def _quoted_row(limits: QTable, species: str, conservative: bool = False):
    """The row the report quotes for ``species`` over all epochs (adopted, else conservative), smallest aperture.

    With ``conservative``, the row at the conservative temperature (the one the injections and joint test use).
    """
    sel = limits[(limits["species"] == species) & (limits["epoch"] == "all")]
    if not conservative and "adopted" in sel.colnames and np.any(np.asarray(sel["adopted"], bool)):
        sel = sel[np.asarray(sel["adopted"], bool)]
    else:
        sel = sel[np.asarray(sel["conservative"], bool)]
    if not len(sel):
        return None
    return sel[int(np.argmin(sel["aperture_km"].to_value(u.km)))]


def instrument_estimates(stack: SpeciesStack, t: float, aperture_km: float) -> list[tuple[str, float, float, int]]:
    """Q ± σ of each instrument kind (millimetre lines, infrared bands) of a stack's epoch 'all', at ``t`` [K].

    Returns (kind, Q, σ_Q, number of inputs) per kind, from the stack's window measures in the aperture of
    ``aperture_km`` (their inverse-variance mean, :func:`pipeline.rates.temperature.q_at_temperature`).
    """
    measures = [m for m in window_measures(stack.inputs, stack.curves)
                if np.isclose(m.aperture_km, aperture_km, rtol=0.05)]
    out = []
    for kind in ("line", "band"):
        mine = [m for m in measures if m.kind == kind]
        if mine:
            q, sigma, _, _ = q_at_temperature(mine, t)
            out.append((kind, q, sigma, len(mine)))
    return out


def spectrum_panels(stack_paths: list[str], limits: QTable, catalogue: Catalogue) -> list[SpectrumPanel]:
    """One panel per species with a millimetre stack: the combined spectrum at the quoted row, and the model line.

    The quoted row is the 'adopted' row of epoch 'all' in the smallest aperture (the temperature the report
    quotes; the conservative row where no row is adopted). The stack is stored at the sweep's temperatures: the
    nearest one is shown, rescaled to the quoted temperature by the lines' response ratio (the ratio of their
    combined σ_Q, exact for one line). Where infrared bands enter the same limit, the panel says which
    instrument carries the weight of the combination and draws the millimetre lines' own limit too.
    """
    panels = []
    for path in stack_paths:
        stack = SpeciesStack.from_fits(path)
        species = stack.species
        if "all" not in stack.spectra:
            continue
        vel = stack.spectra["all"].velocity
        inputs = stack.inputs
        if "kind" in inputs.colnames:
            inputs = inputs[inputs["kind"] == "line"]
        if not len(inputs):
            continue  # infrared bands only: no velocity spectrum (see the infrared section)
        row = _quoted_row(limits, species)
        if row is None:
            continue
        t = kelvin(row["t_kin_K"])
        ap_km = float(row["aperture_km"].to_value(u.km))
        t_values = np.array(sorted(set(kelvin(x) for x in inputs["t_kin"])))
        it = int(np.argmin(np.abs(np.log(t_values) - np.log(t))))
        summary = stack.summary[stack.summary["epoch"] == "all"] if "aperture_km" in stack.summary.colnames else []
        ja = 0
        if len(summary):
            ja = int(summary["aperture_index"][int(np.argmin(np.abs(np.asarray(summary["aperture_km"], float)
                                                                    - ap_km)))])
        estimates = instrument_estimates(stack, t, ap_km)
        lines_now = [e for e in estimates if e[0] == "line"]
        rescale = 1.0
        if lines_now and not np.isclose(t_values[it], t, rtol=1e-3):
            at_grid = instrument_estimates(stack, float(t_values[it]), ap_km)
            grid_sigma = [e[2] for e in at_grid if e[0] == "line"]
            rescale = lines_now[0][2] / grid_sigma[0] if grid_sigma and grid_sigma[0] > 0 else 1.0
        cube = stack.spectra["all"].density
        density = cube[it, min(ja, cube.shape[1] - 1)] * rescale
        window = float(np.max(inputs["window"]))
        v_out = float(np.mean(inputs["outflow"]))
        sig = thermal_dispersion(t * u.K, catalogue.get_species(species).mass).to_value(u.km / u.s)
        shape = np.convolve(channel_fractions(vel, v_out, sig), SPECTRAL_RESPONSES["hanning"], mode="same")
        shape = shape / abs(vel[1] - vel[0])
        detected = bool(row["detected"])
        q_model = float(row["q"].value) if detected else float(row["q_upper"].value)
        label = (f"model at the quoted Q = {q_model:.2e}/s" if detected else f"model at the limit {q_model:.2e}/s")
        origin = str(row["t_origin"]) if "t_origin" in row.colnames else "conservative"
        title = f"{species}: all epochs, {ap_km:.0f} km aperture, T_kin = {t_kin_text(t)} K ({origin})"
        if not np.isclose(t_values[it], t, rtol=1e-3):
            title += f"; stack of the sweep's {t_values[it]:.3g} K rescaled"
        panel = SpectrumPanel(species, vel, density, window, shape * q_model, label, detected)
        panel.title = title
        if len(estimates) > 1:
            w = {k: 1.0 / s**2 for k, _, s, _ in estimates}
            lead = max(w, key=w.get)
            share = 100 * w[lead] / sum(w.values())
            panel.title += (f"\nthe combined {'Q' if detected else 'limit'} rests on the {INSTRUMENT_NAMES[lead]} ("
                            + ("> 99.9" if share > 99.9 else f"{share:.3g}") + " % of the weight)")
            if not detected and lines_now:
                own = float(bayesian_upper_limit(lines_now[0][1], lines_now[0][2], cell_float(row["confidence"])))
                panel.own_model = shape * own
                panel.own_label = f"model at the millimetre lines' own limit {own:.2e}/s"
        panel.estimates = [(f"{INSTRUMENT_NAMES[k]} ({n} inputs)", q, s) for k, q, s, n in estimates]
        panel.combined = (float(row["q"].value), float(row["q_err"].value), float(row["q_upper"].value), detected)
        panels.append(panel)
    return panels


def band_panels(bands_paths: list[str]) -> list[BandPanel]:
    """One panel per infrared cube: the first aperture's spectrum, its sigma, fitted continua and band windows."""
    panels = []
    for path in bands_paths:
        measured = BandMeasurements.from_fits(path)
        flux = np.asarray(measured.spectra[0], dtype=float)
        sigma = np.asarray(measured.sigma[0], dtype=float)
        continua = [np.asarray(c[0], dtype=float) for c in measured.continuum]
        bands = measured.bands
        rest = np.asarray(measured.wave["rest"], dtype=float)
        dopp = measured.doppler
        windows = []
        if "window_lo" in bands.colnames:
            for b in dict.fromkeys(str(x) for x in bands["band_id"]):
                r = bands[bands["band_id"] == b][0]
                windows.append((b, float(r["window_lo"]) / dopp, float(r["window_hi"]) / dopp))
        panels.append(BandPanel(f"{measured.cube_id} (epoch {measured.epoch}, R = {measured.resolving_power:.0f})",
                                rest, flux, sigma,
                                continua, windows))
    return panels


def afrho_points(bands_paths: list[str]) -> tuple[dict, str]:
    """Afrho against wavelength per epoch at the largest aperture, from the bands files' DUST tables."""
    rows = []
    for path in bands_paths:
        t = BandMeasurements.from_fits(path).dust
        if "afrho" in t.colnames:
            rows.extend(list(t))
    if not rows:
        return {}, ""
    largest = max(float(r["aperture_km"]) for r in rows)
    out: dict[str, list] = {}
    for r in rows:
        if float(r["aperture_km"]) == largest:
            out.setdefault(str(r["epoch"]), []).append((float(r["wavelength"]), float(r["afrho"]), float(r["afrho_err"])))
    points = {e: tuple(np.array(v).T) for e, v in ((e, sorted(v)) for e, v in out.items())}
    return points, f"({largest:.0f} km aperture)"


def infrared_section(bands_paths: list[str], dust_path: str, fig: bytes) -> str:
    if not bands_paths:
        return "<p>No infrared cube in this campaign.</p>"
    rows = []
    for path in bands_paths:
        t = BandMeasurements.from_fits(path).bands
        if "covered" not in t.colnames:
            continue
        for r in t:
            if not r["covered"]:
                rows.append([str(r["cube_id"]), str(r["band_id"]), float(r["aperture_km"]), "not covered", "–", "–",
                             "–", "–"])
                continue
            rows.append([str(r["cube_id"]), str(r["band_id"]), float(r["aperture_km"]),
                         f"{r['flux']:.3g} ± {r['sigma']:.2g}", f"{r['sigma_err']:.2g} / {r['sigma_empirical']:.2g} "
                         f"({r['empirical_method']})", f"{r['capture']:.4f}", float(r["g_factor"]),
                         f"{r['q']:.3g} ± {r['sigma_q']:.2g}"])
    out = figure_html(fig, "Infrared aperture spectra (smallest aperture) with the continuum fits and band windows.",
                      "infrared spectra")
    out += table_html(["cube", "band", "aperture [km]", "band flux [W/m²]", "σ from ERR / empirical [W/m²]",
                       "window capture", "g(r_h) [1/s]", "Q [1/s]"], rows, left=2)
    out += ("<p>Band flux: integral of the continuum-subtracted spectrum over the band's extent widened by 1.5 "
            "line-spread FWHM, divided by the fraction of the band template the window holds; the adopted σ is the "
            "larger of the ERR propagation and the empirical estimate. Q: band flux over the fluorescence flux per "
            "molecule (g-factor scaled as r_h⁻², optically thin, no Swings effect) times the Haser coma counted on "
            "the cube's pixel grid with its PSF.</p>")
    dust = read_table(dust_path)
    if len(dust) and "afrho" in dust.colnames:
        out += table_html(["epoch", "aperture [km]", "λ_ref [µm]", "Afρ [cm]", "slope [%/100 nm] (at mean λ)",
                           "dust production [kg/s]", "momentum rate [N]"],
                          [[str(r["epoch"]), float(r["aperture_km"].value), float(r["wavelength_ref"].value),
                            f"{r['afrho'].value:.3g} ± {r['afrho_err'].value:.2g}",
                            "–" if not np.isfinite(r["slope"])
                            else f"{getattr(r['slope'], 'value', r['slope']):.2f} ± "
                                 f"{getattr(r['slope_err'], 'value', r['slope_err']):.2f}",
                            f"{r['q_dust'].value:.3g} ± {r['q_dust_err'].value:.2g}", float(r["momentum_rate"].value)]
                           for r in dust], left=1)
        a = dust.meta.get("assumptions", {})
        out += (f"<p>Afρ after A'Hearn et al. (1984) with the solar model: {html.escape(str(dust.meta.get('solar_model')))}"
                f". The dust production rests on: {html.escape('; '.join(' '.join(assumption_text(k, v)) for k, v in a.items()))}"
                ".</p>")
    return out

----

Your output should be the lines from the one with "cube's pixel grid" through the last line of the entries above, copied exactly and nothing more.

            "the cube's pixel grid with its PSF.</p>")
    dust = read_table(dust_path)
    if len(dust) and "afrho" in dust.colnames:
        out += table_html(["epoch", "aperture [km]", "λ_ref [µm]", "Afρ [cm]", "slope [%/100 nm] (at mean λ)",
                           "dust production [kg/s]", "momentum rate [N]"],
                          [[str(r["epoch"]), float(r["aperture_km"].value), float(r["wavelength_ref"].value),
                            f"{r['afrho'].value:.3g} ± {r['afrho_err'].value:.2g}",
                            "–" if not np.isfinite(r["slope"])
                            else f"{getattr(r['slope'], 'value', r['slope']):.2f} ± "
                                 f"{getattr(r['slope_err'], 'value', r['slope_err']):.2f}",
                            f"{r['q_dust'].value:.3g} ± {r['q_dust_err'].value:.2g}", float(r["momentum_rate"].value)]
                           for r in dust], left=1)
        a = dust.meta.get("assumptions", {})
        out += (f"<p>Afρ after A'Hearn et al. (1984) with the solar model: {html.escape(str(dust.meta.get('solar_model')))}"
                f". The dust production rests on: {html.escape('; '.join(' '.join(assumption_text(k, v)) for k, v in a.items()))}"
                ".</p>")
    return out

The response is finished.